### Material to process ###

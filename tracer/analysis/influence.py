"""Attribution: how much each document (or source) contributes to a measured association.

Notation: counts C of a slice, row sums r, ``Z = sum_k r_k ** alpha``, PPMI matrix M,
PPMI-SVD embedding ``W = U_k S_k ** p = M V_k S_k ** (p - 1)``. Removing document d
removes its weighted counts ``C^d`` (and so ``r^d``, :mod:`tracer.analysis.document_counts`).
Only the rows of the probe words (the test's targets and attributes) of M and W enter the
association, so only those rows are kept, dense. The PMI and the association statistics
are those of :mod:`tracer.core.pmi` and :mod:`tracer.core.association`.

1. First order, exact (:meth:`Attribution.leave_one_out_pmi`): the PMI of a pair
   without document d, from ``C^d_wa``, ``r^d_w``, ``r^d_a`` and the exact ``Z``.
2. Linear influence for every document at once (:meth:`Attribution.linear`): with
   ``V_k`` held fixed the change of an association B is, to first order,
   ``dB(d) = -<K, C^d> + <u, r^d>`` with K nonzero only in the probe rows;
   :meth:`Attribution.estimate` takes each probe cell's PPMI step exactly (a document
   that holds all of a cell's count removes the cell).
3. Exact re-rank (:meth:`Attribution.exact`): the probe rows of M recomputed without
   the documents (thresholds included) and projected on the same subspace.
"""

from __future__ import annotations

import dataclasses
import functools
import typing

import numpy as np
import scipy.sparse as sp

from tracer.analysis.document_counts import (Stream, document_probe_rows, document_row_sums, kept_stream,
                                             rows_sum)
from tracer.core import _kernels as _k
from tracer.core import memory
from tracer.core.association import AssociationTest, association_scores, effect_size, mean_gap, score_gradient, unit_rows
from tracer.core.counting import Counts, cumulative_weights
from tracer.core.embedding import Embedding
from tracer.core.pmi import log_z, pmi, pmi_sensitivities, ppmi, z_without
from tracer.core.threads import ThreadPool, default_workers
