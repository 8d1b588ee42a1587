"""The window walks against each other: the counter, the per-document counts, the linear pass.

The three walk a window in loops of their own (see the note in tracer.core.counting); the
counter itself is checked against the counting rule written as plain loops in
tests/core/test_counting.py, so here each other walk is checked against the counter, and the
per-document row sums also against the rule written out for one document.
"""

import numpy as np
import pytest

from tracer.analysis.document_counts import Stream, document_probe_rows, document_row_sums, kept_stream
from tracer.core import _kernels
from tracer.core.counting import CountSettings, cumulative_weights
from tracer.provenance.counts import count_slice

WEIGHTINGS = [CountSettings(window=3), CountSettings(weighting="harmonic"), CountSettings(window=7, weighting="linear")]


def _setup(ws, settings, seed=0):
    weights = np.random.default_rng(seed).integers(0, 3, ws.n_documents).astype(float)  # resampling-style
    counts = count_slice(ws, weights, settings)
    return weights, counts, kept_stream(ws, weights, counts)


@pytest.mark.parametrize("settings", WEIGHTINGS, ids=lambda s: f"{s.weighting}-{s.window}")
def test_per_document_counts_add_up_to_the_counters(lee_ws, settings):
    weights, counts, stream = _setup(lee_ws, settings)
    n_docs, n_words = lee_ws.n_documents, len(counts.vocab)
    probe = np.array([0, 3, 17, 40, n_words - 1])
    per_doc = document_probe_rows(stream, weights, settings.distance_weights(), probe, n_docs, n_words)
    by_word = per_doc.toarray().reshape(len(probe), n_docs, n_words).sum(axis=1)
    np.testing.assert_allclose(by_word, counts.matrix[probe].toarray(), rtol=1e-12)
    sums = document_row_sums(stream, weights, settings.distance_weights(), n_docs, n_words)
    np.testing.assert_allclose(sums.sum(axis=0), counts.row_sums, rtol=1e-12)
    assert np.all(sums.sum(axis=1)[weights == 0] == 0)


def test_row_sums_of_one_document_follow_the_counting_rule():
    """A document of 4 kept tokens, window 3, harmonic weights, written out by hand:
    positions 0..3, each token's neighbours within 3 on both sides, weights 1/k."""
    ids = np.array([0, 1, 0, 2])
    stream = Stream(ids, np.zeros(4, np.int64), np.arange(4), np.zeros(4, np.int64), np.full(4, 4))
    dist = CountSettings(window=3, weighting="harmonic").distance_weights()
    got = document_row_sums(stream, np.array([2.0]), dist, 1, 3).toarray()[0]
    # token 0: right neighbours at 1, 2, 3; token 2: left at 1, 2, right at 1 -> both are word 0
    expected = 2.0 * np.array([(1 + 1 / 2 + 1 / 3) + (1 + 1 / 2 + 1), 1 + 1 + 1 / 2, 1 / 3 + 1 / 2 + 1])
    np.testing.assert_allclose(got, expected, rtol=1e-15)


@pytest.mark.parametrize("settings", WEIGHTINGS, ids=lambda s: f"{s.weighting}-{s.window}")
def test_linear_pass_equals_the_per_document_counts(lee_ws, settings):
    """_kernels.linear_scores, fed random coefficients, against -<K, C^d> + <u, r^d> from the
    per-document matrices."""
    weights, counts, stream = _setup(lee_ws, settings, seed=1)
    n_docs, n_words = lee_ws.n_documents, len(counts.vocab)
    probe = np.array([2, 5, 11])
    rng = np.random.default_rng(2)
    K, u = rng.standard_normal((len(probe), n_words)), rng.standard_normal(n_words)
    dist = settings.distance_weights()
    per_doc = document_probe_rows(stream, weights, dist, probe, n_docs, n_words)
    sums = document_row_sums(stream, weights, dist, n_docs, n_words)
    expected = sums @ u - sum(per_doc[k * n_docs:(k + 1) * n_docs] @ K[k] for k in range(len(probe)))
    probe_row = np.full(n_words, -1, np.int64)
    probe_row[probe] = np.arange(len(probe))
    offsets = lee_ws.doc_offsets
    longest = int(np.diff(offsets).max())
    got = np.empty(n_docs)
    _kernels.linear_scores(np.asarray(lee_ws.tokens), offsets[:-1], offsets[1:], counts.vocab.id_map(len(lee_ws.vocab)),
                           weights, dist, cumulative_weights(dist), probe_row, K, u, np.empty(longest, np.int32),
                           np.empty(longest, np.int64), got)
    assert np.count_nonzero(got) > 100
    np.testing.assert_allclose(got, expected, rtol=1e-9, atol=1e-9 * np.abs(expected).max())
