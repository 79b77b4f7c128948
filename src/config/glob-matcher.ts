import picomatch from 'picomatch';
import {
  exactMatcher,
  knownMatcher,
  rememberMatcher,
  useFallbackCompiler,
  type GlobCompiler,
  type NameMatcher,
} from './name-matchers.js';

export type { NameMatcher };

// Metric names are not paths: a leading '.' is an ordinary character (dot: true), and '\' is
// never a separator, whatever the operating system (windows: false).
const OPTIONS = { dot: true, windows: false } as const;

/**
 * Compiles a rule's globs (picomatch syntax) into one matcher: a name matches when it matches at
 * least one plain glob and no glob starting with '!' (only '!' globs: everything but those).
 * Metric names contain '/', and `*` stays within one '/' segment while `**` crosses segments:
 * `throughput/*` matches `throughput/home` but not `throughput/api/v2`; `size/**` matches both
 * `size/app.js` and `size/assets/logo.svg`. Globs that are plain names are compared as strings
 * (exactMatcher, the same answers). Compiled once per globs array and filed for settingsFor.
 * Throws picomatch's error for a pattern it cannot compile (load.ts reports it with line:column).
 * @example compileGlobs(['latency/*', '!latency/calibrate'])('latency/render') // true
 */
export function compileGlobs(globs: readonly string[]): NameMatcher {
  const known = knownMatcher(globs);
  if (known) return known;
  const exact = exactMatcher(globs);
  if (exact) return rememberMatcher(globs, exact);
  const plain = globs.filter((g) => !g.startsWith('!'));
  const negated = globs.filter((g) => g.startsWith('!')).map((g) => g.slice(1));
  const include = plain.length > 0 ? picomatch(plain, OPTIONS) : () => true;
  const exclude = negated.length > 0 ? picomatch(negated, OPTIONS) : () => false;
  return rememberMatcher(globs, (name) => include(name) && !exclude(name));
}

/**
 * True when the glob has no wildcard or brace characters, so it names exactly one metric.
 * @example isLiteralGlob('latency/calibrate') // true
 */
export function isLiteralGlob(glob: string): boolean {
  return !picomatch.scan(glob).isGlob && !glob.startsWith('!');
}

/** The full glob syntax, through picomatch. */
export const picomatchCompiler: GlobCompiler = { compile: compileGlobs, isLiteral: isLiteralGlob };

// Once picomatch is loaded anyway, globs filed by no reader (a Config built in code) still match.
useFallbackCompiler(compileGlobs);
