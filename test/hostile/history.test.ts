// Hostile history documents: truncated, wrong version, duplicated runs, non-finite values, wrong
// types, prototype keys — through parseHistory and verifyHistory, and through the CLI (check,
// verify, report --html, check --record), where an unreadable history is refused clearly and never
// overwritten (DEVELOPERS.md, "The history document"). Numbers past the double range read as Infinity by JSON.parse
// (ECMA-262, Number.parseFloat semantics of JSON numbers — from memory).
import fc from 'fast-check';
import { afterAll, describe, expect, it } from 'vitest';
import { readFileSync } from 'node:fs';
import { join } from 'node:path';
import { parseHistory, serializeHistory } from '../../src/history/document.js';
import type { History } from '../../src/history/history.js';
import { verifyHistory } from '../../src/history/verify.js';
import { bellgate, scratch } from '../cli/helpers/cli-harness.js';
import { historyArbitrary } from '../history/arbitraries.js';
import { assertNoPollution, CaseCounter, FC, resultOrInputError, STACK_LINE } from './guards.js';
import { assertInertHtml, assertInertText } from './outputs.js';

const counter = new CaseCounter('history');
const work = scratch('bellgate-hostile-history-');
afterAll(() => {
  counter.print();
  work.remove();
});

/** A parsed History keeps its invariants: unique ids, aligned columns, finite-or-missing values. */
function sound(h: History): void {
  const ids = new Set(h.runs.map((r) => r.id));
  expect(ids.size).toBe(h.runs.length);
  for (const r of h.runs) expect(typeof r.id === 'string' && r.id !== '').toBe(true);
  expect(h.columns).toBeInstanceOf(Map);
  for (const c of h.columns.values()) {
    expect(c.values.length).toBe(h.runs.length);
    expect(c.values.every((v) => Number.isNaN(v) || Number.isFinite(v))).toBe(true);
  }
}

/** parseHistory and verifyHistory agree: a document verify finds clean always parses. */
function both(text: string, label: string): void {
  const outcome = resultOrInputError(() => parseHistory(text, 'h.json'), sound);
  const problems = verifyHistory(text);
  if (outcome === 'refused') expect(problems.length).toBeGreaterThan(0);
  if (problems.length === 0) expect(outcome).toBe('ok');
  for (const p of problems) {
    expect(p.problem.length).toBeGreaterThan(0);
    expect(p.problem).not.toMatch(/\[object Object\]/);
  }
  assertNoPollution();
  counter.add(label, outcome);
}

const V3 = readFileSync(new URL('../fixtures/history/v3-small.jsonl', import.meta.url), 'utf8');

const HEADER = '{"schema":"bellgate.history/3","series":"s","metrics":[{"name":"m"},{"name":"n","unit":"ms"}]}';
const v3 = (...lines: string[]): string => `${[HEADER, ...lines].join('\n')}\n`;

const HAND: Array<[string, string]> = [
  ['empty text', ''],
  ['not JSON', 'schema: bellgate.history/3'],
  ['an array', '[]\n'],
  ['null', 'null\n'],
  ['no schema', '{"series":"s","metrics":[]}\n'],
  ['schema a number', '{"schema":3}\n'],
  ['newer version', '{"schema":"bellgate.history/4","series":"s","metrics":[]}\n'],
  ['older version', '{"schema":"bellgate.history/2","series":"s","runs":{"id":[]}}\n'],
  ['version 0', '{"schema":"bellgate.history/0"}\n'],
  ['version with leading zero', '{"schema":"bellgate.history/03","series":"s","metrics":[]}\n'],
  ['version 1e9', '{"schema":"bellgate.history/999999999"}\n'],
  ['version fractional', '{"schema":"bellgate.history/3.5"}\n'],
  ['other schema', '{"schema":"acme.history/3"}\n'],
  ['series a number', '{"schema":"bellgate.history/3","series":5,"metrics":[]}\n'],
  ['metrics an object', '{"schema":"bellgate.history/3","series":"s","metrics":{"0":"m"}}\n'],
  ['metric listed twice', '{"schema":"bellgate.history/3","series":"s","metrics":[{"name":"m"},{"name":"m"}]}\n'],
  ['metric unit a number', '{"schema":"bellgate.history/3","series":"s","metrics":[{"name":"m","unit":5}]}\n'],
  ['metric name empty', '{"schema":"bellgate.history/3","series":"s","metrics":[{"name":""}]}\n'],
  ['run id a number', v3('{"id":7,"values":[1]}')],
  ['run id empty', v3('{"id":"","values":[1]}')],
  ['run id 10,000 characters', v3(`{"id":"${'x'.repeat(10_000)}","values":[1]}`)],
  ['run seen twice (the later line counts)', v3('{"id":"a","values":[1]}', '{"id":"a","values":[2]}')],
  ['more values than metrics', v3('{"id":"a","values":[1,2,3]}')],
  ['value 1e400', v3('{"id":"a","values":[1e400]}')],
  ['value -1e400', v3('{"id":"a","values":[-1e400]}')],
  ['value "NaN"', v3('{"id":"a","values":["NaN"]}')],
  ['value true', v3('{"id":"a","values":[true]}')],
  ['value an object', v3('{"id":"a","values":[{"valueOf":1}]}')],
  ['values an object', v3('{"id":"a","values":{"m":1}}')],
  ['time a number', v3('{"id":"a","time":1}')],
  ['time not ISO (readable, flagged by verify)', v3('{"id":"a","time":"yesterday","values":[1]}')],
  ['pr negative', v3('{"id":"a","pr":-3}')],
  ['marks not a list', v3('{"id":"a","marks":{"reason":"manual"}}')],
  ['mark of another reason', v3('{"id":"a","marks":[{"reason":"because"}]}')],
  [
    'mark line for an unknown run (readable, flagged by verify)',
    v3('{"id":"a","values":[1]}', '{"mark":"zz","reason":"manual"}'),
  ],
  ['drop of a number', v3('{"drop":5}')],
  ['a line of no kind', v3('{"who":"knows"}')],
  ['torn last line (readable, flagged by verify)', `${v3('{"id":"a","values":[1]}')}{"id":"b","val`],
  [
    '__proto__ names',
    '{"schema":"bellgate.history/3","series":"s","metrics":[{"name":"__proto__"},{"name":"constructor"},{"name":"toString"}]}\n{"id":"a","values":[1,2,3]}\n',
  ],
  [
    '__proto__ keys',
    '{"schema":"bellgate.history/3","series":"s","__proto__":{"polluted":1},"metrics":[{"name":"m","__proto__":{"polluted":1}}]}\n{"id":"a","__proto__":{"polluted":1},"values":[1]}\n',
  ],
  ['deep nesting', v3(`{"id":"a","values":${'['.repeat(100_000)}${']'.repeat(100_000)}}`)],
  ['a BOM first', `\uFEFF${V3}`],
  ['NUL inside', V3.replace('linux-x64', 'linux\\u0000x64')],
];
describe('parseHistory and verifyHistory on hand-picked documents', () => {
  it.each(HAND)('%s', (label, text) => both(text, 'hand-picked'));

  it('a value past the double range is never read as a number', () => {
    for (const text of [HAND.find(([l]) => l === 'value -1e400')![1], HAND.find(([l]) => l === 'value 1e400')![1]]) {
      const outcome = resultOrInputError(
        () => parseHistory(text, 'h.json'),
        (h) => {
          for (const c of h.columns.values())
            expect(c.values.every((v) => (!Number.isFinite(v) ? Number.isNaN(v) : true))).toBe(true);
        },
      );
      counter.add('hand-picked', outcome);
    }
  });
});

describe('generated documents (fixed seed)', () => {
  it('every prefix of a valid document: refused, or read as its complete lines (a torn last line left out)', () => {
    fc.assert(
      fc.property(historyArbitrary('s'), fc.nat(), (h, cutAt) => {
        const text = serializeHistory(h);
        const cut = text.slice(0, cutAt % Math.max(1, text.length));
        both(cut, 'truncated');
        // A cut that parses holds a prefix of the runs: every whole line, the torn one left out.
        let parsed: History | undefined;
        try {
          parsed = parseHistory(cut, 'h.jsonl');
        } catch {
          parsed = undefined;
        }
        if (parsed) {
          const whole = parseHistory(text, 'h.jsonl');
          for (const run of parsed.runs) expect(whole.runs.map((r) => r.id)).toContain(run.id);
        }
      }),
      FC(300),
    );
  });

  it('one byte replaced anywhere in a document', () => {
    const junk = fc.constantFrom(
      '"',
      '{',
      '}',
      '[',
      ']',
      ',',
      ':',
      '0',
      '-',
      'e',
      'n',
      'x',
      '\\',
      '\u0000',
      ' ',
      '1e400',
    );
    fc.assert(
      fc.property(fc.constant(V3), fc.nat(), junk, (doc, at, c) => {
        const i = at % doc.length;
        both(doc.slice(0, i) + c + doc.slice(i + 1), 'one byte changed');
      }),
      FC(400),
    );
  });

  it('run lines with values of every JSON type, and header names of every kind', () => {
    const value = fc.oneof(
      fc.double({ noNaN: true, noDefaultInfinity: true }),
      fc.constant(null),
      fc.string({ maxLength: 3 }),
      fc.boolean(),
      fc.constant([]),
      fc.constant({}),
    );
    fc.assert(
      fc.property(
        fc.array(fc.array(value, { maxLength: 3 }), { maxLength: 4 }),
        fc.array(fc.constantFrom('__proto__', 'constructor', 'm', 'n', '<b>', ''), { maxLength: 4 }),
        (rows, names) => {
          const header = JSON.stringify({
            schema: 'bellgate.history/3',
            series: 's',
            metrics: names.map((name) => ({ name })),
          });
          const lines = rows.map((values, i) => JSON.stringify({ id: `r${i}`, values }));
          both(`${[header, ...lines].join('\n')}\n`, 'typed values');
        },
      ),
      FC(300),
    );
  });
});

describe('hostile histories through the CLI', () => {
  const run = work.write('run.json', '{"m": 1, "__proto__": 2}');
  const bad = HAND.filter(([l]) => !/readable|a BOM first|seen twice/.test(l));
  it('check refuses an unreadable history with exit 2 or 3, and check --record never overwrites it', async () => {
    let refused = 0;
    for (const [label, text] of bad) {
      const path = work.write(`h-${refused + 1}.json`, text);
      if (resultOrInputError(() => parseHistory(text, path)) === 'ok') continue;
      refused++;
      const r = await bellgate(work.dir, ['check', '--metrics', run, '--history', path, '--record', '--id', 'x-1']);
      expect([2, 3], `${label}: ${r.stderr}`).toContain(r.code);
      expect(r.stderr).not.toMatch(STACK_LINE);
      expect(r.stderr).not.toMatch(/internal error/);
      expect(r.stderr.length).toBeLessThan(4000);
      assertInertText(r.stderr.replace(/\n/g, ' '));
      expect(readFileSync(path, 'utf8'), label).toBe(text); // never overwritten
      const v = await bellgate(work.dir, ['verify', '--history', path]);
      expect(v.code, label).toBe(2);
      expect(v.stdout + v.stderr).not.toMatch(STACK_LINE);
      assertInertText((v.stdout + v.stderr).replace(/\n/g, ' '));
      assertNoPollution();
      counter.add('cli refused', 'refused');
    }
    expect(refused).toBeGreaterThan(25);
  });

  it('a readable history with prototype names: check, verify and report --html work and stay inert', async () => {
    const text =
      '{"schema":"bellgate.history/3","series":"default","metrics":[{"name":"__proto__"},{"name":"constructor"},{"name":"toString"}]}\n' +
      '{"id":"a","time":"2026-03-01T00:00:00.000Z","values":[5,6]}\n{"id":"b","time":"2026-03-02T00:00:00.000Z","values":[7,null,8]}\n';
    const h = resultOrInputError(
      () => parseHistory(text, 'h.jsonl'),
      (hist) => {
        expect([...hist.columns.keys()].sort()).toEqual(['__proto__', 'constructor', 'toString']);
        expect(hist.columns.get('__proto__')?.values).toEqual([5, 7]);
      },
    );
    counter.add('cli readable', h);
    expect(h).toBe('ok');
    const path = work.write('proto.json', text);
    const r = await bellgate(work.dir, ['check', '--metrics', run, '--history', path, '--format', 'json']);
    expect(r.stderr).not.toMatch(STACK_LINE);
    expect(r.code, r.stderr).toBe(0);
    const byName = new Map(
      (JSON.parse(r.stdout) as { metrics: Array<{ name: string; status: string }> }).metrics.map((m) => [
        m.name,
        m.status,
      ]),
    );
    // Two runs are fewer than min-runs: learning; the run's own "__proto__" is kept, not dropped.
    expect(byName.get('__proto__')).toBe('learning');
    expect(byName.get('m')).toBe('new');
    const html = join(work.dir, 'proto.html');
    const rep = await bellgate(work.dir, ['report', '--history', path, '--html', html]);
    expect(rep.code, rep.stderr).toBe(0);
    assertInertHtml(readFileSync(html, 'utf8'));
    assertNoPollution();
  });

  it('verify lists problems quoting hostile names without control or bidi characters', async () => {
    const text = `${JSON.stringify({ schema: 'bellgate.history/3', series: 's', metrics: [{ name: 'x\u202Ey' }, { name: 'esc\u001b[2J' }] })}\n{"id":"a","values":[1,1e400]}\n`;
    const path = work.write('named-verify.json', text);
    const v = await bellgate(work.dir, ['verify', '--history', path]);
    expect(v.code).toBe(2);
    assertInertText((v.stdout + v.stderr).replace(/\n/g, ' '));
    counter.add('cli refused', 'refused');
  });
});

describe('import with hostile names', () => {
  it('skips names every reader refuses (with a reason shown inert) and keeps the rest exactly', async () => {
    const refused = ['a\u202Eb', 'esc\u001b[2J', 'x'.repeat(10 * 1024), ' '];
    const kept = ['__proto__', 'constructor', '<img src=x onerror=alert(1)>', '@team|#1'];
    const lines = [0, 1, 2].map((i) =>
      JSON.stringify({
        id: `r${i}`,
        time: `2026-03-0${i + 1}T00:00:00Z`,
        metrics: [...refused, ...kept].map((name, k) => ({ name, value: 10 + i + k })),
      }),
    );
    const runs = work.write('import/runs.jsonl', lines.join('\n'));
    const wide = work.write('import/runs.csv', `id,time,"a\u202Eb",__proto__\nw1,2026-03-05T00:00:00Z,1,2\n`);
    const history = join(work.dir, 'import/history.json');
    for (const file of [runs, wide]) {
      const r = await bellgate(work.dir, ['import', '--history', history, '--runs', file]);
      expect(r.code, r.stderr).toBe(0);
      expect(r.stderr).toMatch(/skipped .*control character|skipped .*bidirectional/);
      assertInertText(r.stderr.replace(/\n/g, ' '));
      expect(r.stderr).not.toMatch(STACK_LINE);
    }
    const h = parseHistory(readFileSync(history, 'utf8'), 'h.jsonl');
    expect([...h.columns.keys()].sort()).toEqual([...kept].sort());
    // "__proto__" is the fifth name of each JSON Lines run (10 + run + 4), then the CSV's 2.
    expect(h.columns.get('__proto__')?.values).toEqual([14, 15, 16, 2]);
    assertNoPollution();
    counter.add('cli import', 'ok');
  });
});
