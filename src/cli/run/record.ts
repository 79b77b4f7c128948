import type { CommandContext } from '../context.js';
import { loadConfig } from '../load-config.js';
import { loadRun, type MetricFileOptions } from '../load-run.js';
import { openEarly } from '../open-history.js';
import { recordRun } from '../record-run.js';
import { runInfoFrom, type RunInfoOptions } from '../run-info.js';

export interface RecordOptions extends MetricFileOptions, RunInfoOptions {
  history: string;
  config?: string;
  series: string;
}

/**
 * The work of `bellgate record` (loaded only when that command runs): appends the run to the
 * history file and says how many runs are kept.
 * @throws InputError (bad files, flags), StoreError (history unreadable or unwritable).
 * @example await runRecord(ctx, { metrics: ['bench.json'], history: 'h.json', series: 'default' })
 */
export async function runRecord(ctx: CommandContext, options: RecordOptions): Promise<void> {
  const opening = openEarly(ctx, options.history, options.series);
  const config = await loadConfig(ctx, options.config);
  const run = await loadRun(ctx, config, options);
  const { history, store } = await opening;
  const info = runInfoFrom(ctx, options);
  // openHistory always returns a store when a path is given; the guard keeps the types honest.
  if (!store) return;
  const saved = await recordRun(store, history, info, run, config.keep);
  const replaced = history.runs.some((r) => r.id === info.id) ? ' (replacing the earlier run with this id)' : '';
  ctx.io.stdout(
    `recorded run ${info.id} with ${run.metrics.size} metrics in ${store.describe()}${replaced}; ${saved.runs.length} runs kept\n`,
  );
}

###

**Required action**
The required output is every line above from the one with "settings.distance_weights(), n_docs, n_words)" down to the one with "# token 0: right", restated word for word, ends included.

**Answer for this exercise**
    sums = document_row_sums(stream, weights, settings.distance_weights(), n_docs, n_words)
    np.testing.assert_allclose(sums.sum(axis=0), counts.row_sums, rtol=1e-12)
    assert np.all(sums.sum(axis=1)[weights == 0] == 0)


def test_row_sums_of_one_document_follow_the_counting_rule():
    """A document of 4 kept tokens, window 3, harmonic weights, written out by hand:
    positions 0..3, each token's neighbours within 3 on both sides, weights 1/k."""
    ids = np.array([0, 1, 0, 2])
    stream = Stream(ids, np.zeros(4, np.int64), np.arange(4), np.zeros(4, np.int64), np.full(4, 4))
    dist = CountSettings(window=3, weighting="harmonic").distance_weights()
    got = document_row_sums(stream, np.array([2.0]), dist, 1, 3).toarray()[0]
    # token 0: right neighbours at 1, 2, 3; token 2: left at 1, 2, right at 1 -> both are word 0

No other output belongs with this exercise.